A whole rainbow of human emotion -- anticipation, fear, love and hate -- could be seen and heard outside the California Supreme Court's San Francisco chambers during the March 5 hearing to overturn Proposition 8, the ballot measure that changed the state Constitution to ban same-sex marriage.
Signs ranged from the almost clichéd Christian slogans denouncing homosexuality to the nearly equally clichéd photo of a same-sex couple at their wedding, a supportive mother by their side. One sign in particular, ironically, read: "Gays are ignorant, intolerant, anti-American, anti-democratic and hateful." Children nearly a decade away from voting age donned shirts with the word "sin" and a no symbol over it and carried signs reading "Yes on 8." Booming through megaphones: "Homosexuality is not a race!" "Protect the children!" "You are giving up an eternity in heaven for sex on earth!"
Inside, as one would expect, the polar opposite to the mobocracy outside: The judges gathered in the courtroom in a stoic and solemn manner to hear oral arguments as to why Prop. 8 should be repealed.
Speaking for the invalidation of Prop 8 were Shannon Minter, Legal Director of the National Center for Lesbian Rights, Raymond Marshall, representing the Asian Pacific American Legal Center, Michael Maroko, an attorney in Los Angeles, Therese Stewart with the San Francisco City Attorney's office, and Christopher Krueger, representing the Attorney General.

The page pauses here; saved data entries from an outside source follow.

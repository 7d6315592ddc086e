// Package scenario is the made-up experiment of the report's tests and
// examples: invented numbers for a demonstration, not measurements.
package scenario

import (
	"math"
	"math/rand/v2"
	"strings"

	"gocv.io/x/gocv"

	"gaptrace/calib"
	"gaptrace/calib/experiment"
	"gaptrace/profile/cessation"
	"gaptrace/profile/phases"
	"gaptrace/profile/report/figure"
	"gaptrace/profile/rheometry"
	"gaptrace/profile/summary"
)

// The made-up scenario of these tests: a soft gel ("sample K-3" of an
// invented teaching lab) sheared between sliding plates 800 um apart at a
// wall speed of 1200 um/s. It slips at both walls and splits into a fast
// band near the stationary wall and a slow one above; after the stop it
// recoils a little and then fails along a plane at 520 um. All numbers are
// invented for the demonstration.
const (
	demoGapUM      = 800.0
	demoWallUMPerS = 1200.0
	demoSlipStatUM = 50.0  // fluid speed at the stationary wall, um/s
	demoSlipMovUM  = 300.0 // wall speed minus fluid speed at the moving wall, um/s
	demoBandUM     = 300.0 // band boundary
	demoRate1PerS  = 2.5   // lower band
	demoPlaneUM    = 520.0
)

// V is the scenario's velocity profile, um/s.
func V(yUM float64) float64 {
	vb := demoSlipStatUM + demoRate1PerS*demoBandUM
	if yUM <= demoBandUM {
		return demoSlipStatUM + demoRate1PerS*yUM
	}
	rate2 := (demoWallUMPerS - demoSlipMovUM - vb) / (demoGapUM - demoBandUM)
	return vb + rate2*(yUM-demoBandUM)
}

// Profile is the shear phase's velocity profile.
func Profile() *figure.PhaseProfile {
	r := rand.New(rand.NewPCG(1, 2))
	p := &figure.PhaseProfile{GapUM: demoGapUM, WallSpeedUMPerS: demoWallUMPerS}
	for i := range 20 {
		y := (float64(i) + 0.5) * demoGapUM / 20
		p.Points = append(p.Points, figure.ProfilePoint{YUM: y, VUMPerS: V(y) + 8*r.NormFloat64(), ErrUMPerS: 8, N: 200})
	}
	for i := 0; i <= 40; i++ {
		y := float64(i) * demoGapUM / 40
		p.Fit = append(p.Fit, figure.VelocityPoint{YUM: y, VUMPerS: V(y)})
	}
	rate2 := (demoWallUMPerS - demoSlipMovUM - V(demoBandUM)) / (demoGapUM - demoBandUM)
	p.Bands = []figure.Band{{FromUM: 0, ToUM: demoBandUM, RatePerS: demoRate1PerS},
		{FromUM: demoBandUM, ToUM: demoGapUM, RatePerS: rate2}}
	return p
}

// SpaceTime is the local velocity over the run.
func SpaceTime() *figure.SpaceTime {
	s := &figure.SpaceTime{GapUM: demoGapUM, Quantity: figure.LocalVelocity, PhaseBoundariesS: []float64{0.5, 2.5}}
	for i := range 60 {
		s.TS = append(s.TS, 0.05+0.1*float64(i))
	}
	for j := range 20 {
		s.YUM = append(s.YUM, (float64(j)+0.5)*demoGapUM/20)
	}
	for _, t := range s.TS {
		row := make([]float64, len(s.YUM))
		for j, y := range s.YUM {
			switch {
			case t < 0.5:
				row[j] = 0
			case t < 2.5:
				row[j] = V(y) * (1 - math.Exp(-(t-0.5)/0.2))
			default:
				row[j] = 0
				if y > demoPlaneUM {
					row[j] = 40 * math.Exp(-(t-2.5)/0.8)
				}
			}
		}
		if t > 4.0 && t < 4.3 {
			row[3] = math.NaN() // a window without tracers in one bin
		}
		s.Values = append(s.Values, row)
	}
	return s
}

// Slip is the slip and bulk rate over the run.
func Slip() *figure.SlipSeries {
	s := &figure.SlipSeries{PhaseBoundariesS: []float64{0.5, 2.5}, Nominal: []figure.RateStep{{StartS: 0.5, EndS: 2.5, RatePerS: demoWallUMPerS / demoGapUM}}}
	for i := range 24 {
		t := 0.125 + 0.25*float64(i)
		q := figure.SlipPoint{TS: t, SlipStationaryUMPerS: math.NaN(), SlipStationaryErrUMPerS: math.NaN(),
			SlipMovingUMPerS: math.NaN(), SlipMovingErrUMPerS: math.NaN(), BulkRatePerS: math.NaN(), BulkRateErrPerS: math.NaN()}
		if t > 0.5 && t < 2.5 {
			f := 1 - math.Exp(-(t-0.5)/0.2)
			q.SlipStationaryUMPerS, q.SlipStationaryErrUMPerS = demoSlipStatUM*f, 6
			q.SlipMovingUMPerS, q.SlipMovingErrUMPerS = demoSlipMovUM*f+demoWallUMPerS*(1-f)*0.3, 9
			q.BulkRatePerS, q.BulkRateErrPerS = (demoWallUMPerS-demoSlipMovUM-demoSlipStatUM)/demoGapUM*f, 0.03
		}
		s.Points = append(s.Points, q)
	}
	return s
}

// AfterStop is the displacement after the stop.
func AfterStop() *figure.AfterStop {
	a := &figure.AfterStop{GapUM: demoGapUM, NoiseFloorUM: 0.6, PlaneUM: demoPlaneUM}
	for _, t := range []float64{0.2, 0.5, 1, 2} {
		pr := figure.DisplacementProfile{TAfterStopS: t}
		recoil := -3 * (1 - math.Exp(-t/0.3)) // um per gap, elastic recoil
		jump := 12 * (1 - math.Exp(-t/0.8))
		dx := func(y float64) float64 {
			v := recoil * y / demoGapUM
			if y > demoPlaneUM {
				v += jump
			}
			return v
		}
		for i := range 16 {
			y := (float64(i) + 0.5) * demoGapUM / 16
			pr.Points = append(pr.Points, figure.DisplacementPoint{YUM: y, DxUM: dx(y) + 0.2*math.Sin(7*y), ErrUM: 0.4, N: 60})
		}
		for _, y := range []float64{0, demoPlaneUM, demoPlaneUM, demoGapUM} {
			v := recoil * y / demoGapUM
			if y == demoPlaneUM && len(pr.Fit) == 2 || y > demoPlaneUM {
				v += jump
			}
			pr.Fit = append(pr.Fit, figure.DisplacementCurvePoint{YUM: y, DxUM: v})
		}
		a.Profiles = append(a.Profiles, pr)
	}
	return a
}

// Detection is the detection diagnostics.
func Detection() *figure.Detection {
	r := rand.New(rand.NewPCG(3, 4))
	d := &figure.Detection{SNRThreshold: 4}
	for range 3000 {
		d.SNR = append(d.SNR, 4+math.Abs(12+5*r.NormFloat64()))
		// Slight pixel locking in x: one position in six pulled to within
		// 0.1 px of a pixel centre (a whole-pixel coordinate).
		f := r.Float64()
		if r.IntN(6) == 0 {
			f = math.Mod(0.9+0.2*f, 1)
		}
		d.FracXPx = append(d.FracXPx, f)
		d.FracYPx = append(d.FracYPx, r.Float64())
	}
	return d
}

// Calibration has walls 400 px apart, slightly tilted, 2 um/px.
func Calibration() *calib.Calibration {
	return &calib.Calibration{UMPerPx: 2, GapUM: demoGapUM, TiltDeg: 0.23, ScaleSource: calib.ScaleGap,
		StationaryWallPx: calib.Line{{10, 452.5}, {630, 455}}, MovingWallPx: calib.Line{{10, 52}, {630, 54.5}},
		FlowSign: 1, GapPx: 400.5, WidthPx: 640, HeightPx: 480}
}

// Frame renders a grey frame with bright Gaussian tracers between dark
// walls; the caller closes it.
func Frame() (gocv.Mat, [][]figure.PointPx) {
	const w, h = 640, 480
	r := rand.New(rand.NewPCG(5, 6))
	pix := make([]byte, w*h)
	for y := range h {
		for x := range w {
			v := 70 + 6*r.NormFloat64()
			if y < 50 || y > 456 {
				v = 25
			}
			pix[y*w+x] = byte(math.Max(0, math.Min(255, v)))
		}
	}
	var tracks [][]figure.PointPx
	for i := range 30 {
		x0, y0 := 20+r.Float64()*500, 60+r.Float64()*385
		var tr []figure.PointPx
		for k := range 12 {
			yUM := (453.5 - y0) * 2
			tr = append(tr, figure.PointPx{XPx: x0 + float64(k)*V(yUM)/2*0.01, YPx: y0})
		}
		if i%3 == 0 {
			tracks = append(tracks, tr)
		}
		cx, cy := tr[len(tr)-1].XPx, tr[len(tr)-1].YPx
		for y := int(cy) - 4; y <= int(cy)+4; y++ {
			for x := int(cx) - 4; x <= int(cx)+4; x++ {
				if x < 0 || x >= w || y < 0 || y >= h {
					continue
				}
				d2 := (float64(x)-cx)*(float64(x)-cx) + (float64(y)-cy)*(float64(y)-cy)
				v := float64(pix[y*w+x]) + 150*math.Exp(-d2/3)
				pix[y*w+x] = byte(math.Min(255, v))
			}
		}
	}
	m, err := gocv.NewMatFromBytes(h, w, gocv.MatTypeCV8UC1, pix)
	if err != nil {
		panic(err)
	}
	return m, tracks
}

// Summary is the run's summary, consistent with the figures' data.
func Summary() *summary.Summary {
	s := summary.New()
	s.Experiment = "Sample K-3, soft gel between sliding plates (made-up teaching run)"
	s.Input = summary.Input{Path: "runs/k3-slide-04.avi", Frames: 1200, FPS: 200, WidthPx: 640, HeightPx: 480}
	s.Calibration = Calibration()
	s.Calibration.WallSource = "detected"
	s.Tracking = summary.Tracking{Detections: 48210, Tracks: 1312, MedianTrackFrames: 31}
	s.Phases = []phases.Phase{
		{Kind: phases.Rest, StartS: 0, EndS: 0.5, Source: "experiment"},
		{Kind: phases.Shear, StartS: 0.5, EndS: 2.5, Source: "experiment"},
		{Kind: phases.AfterStop, StartS: 2.5, EndS: 6, Source: "experiment"},
	}
	rate2 := (demoWallUMPerS - demoSlipMovUM - V(demoBandUM)) / (demoGapUM - demoBandUM)
	bulk := (demoWallUMPerS - demoSlipMovUM - demoSlipStatUM) / demoGapUM
	s.ShearPhases = []summary.ShearPhase{{
		StartS: 0.5, EndS: 2.5, WindowS: [2]float64{1.5, 2.5},
		WallSpeedUMPerS: demoWallUMPerS, NominalRatePerS: demoWallUMPerS / demoGapUM,
		BulkRatePerS: summary.Num(bulk), BulkRateErrPerS: 0.012,
		SlipStationaryUMPerS: demoSlipStatUM, SlipStationaryErrUMPerS: 6.1,
		SlipMovingUMPerS: demoSlipMovUM, SlipMovingErrUMPerS: 9.4,
		SlipLengthStationaryUM: summary.Num(demoSlipStatUM / demoRate1PerS), SlipLengthStationaryErrUM: 3.4,
		PhaseStress:        summary.NoStress,
		SlipLengthMovingUM: summary.Num(demoSlipMovUM / rate2), SlipLengthMovingErrUM: 21,
		SlipFraction:    summary.Num((demoWallUMPerS - bulk*demoGapUM) / demoWallUMPerS),
		SlipFractionErr: 0.009,
		WallSlip:        true,
		Bands: []summary.Band{
			{FromUM: 0, ToUM: demoBandUM, RatePerS: demoRate1PerS, RateErrPerS: 0.04, ToErrUM: 11},
			{FromUM: demoBandUM, ToUM: demoGapUM, RatePerS: summary.Num(rate2), RateErrPerS: 0.02, ToErrUM: summary.Null},
		},
		Banded:  true,
		Verdict: rheometry.WallSlipBanded,
	}}
	mode := cessation.ModeBulk
	s.AfterStop = &summary.AfterStop{StopS: 2.5, ObservedS: 3.5, NoiseFloorUM: 0.6, MaxDisplacementUM: 11.2,
		RecoveredStrain: 0.0036, Verdict: cessation.Moving, Mode: &mode, PlaneUM: demoPlaneUM, OnsetAfterStopS: 0.15}
	s.Warnings = []string{"12 tracks crossed the moving wall line and were cut there."}
	return s
}

// YAML is the run's experiment file.
const YAML = `name: Sample K-3, soft gel between sliding plates (made-up teaching run)
sample: K-3 soft gel, batch 2 (made up)
operator: course demonstrator
temperature_c: 23.5
notes: |
  Loaded with a spatula, trimmed flush with the plates.
  Light sheet at low power.
geometry:
  kind: plates
  gap_um: 800
camera:
  fps: 200
walls:
  moving: top
motion:
  - start_s: 0.5
    end_s: 2.5
    wall_speed_um_per_s: 1200
tracers:
  diameter_px: 4
  polarity: bright
`

// Experiment is YAML read back.
func Experiment() *experiment.Experiment {
	e, err := experiment.Parse(strings.NewReader(YAML))
	if err != nil {
		panic(err)
	}
	return e
}

// RateMap is the local shear rate over the run: the height derivative of
// SpaceTime by central differences.
func RateMap() *figure.SpaceTime {
	v := SpaceTime()
	r := &figure.SpaceTime{TS: v.TS, YUM: v.YUM, GapUM: v.GapUM, Quantity: figure.LocalRate,
		PhaseBoundariesS: v.PhaseBoundariesS}
	for _, row := range v.Values {
		out := make([]float64, len(row))
		for j := range row {
			lo, hi := max(0, j-1), min(len(row)-1, j+1)
			out[j] = (row[hi] - row[lo]) / (v.YUM[hi] - v.YUM[lo])
		}
		r.Values = append(r.Values, out)
	}
	return r
}

// StartUp is a start-up of shear phase 1 in windows of 0.2 s: affine at
// first, two bands forming 0.6 s after the start (time constant 0.25 s),
// the onset found at 0.7 ± 0.06 s and the stress maximum at 1.1 s.
func StartUp() *figure.StartUp {
	rate := demoWallUMPerS / demoGapUM
	s := &figure.StartUp{Phase: 1, WindowS: 0.2, NominalRatePerS: rate, GapUM: demoGapUM,
		OnsetS: 0.7, OnsetErrS: 0.06, StressPeakS: 1.1}
	for i := range 15 {
		t := 0.1 + 0.2*float64(i)
		f := 0.0
		if t > 0.6 {
			f = 1 - math.Exp(-(t-0.6)/0.25)
		}
		w := figure.StartUpWindow{AfterStartS: t, BoundaryUM: math.NaN(), BoundaryErrUM: math.NaN(),
			LowerRatePerS: rate, LowerRateErrPerS: 0.01, UpperRatePerS: rate, UpperRateErrPerS: 0.01}
		if f > 0.2 {
			w.BoundaryUM, w.BoundaryErrUM = 0.35*demoGapUM, 4
			w.LowerRatePerS, w.LowerRateErrPerS = rate*(1+1.2*f), 0.04
			w.UpperRatePerS, w.UpperRateErrPerS = rate*(1-0.65*f), 0.02
		}
		s.Windows = append(s.Windows, w)
	}
	return s
}
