/* The abbreviation is the whole sort key: never worth abandoning. */
static bool
key_abbrev_abort(int memtupcount, SortSupport ssup)
{
	return false;
}

/* GiST support function 11 of the three classes; ssup_extra non-NULL for packed keys. */
static Datum
gist_sortsupport(FunctionCallInfo fcinfo, gist_key_format format)
{
	SortSupport ssup = (SortSupport) PG_GETARG_POINTER(0);
	static const int packed_mark = 1;

	ssup->ssup_extra = format == GIST_KEY_PACKED ? (void *) &packed_mark : NULL;
	/* the abbreviation is 64 bits: only where a Datum holds them */
	if (ssup->abbreviate && SIZEOF_DATUM >= 8)
	{
		ssup->comparator = key_cmp_abbrev;
		ssup->abbrev_converter = key_abbrev_convert;
		ssup->abbrev_abort = key_abbrev_abort;
		ssup->abbrev_full_comparator = key_cmp_full;
	}
	else
		ssup->comparator = key_cmp_full;
	PG_RETURN_VOID();
}

GIST_FUNCTION_FORMATS(frechet_gist_sortsupport, gist_sortsupport)
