-- frechet_key records its kind of coordinates (planar or Earth-centred);
-- the operator classes' consistent functions now refuse a query key of
-- the other kind (22023) instead of comparing it silently.  Stored keys
-- are unchanged: no REINDEX is needed.  (PostGIS's types named with its
-- schema, as above.)
DO $do$
DECLARE
	gis pg_catalog.text := (SELECT n.nspname FROM pg_catalog.pg_extension e
		JOIN pg_catalog.pg_namespace n ON n.oid OPERATOR(pg_catalog.=) e.extnamespace
		WHERE e.extname OPERATOR(pg_catalog.=) 'postgis');
BEGIN
	EXECUTE pg_catalog.format($sql$
CREATE OR REPLACE FUNCTION @extschema@.frechet_geometry_gist_consistent(internal, %1$I.geometry, pg_catalog.int2, pg_catalog.oid, internal)
RETURNS pg_catalog.bool
AS 'MODULE_PATHNAME', 'frechet_gist_consistent_planar'
LANGUAGE C IMMUTABLE STRICT PARALLEL SAFE;
$sql$, gis);
	EXECUTE pg_catalog.format($sql$
CREATE OR REPLACE FUNCTION @extschema@.frechet_geography_gist_consistent(internal, %1$I.geography, pg_catalog.int2, pg_catalog.oid, internal)
RETURNS pg_catalog.bool
AS 'MODULE_PATHNAME', 'frechet_gist_consistent_earth'
LANGUAGE C IMMUTABLE STRICT PARALLEL SAFE;
$sql$, gis);
END $do$;

CREATE FUNCTION @extschema@.frechet_pings_excursions(trip geometry, route geometry, epsilon pg_catalog.float8,
	OUT ping_from pg_catalog.int4, OUT ping_to pg_catalog.int4, OUT route_from pg_catalog.float8, OUT route_to pg_catalog.float8,
	OUT max_leash pg_catalog.float8, OUT trip_length pg_catalog.float8, OUT route_length pg_catalog.float8,
	OUT time_from pg_catalog.float8, OUT time_to pg_catalog.float8)
RETURNS SETOF pg_catalog.record
AS 'MODULE_PATHNAME', 'frechet_pings_excursions_geometry'
LANGUAGE C IMMUTABLE STRICT PARALLEL SAFE COST 2000 ROWS 2;

COMMENT ON FUNCTION @extschema@.frechet_pings_excursions(geometry, geometry, pg_catalog.float8) IS
'where sparse pings left the route (units of the SRID): the runs of off-route pings of an in-order plan with the fewest, the route length around each run and the times (M) of its first and last pings; no rows exactly when frechet_pings_at_most is true';

CREATE FUNCTION @extschema@.frechet_pings_excursions(trip geography, route geography, epsilon pg_catalog.float8,
	OUT ping_from pg_catalog.int4, OUT ping_to pg_catalog.int4, OUT route_from pg_catalog.float8, OUT route_to pg_catalog.float8,
	OUT max_leash pg_catalog.float8, OUT trip_length pg_catalog.float8, OUT route_length pg_catalog.float8,
	OUT time_from pg_catalog.float8, OUT time_to pg_catalog.float8)
RETURNS SETOF pg_catalog.record
AS 'MODULE_PATHNAME', 'frechet_pings_excursions_geography'
LANGUAGE C IMMUTABLE STRICT PARALLEL SAFE COST 2000 ROWS 2;

COMMENT ON FUNCTION @extschema@.frechet_pings_excursions(geography, geography, pg_catalog.float8) IS
'where sparse pings left the route (metres): the runs of off-route pings of an in-order plan with the fewest, the route length around each run and the times (M) of its first and last pings; no rows exactly when frechet_pings_at_most is true';

CREATE FUNCTION @extschema@.frechet_track_check(track geometry)
RETURNS pg_catalog.text
AS 'MODULE_PATHNAME', 'frechet_track_check_geometry'
LANGUAGE C IMMUTABLE STRICT PARALLEL SAFE COST 50;

COMMENT ON FUNCTION @extschema@.frechet_track_check(geometry) IS
'NULL when every function accepts the track (a Point or LineString, not empty, finite coordinates); otherwise what is wrong and where, in the words of the error the functions would raise; never raises an error';

CREATE FUNCTION @extschema@.frechet_track_check(track geometry, srid pg_catalog.int4)
RETURNS pg_catalog.text
AS 'MODULE_PATHNAME', 'frechet_track_check_geometry'
LANGUAGE C IMMUTABLE STRICT PARALLEL SAFE COST 50;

Minter, speaking first, stated to the court that Prop 8 "took away the fundamental freedom to marry, which includes the choice -- the constitutionally protected choice -- about whether and whom to marry." He added that by depriving same-sex couples the right to marry, the court "puts those couples in a second class status; it marks them as second-class citizens; it deprives them of equal liberty, dignity and privacy." Marshall noted that this was the first time that the rights of a minority were being taken away by a ballot initiative.
Unexpectedly, the judges chuckled at each others' inability to pronounce the word "inalienable" on the first try. As hard a time as they had pronouncing the word, defining it in the context of inalienable rights was even harder, taking up much of the hearing.
The 90-day clock began at the end of the three-hour hearing, after Kenneth W. Starr -- famous for leading the Whitewater investigation of President Bill Clinton -- argued for the maintenance of the initiative. Now the question is a matter of arcane legal theory: The court has 90 days to decide whether Prop. 8 is an "amendment" or a "revision" to the California Constitution. If the court decides that Prop. 8 is an "amendment" to the Constitution, it will be upheld. If it decides that it is a "revision" -- in other words, a deeper and more substantial alteration of the document's fundamentals -- it must be repealed on the basis that it did not follow the proper process to get on the ballot. A "revision" to the constitution must be passed with the approval of 2/3 of the state legislature before it goes to voters; this did not happen in the case of Prop. 8.
As the court's 90-day deadline approaches, a new ballot initiative is already in the works. The "Yes! on Equality" hopes to put a measure on the 2010 ballot called the California Marriage Equality Act. The measure, which would strike out the infamous 14 words recognizing marriage as strictly between a man and a woman, has been endorsed by Attorney General Jerry Brown. Among other things, it states that the legalization of same-sex marriage does not mean schools would have to teach it, nor would a clergy person have to perform marriage ceremonies that conflict with their beliefs. (For more information, go to yesonequality.com.)
The Supreme Court could rule at any time. It posts all its rulings online at courtinfo.ca.gov/opinions, and when its decision on the Prop. 8 debate comes in, that is where it will be found.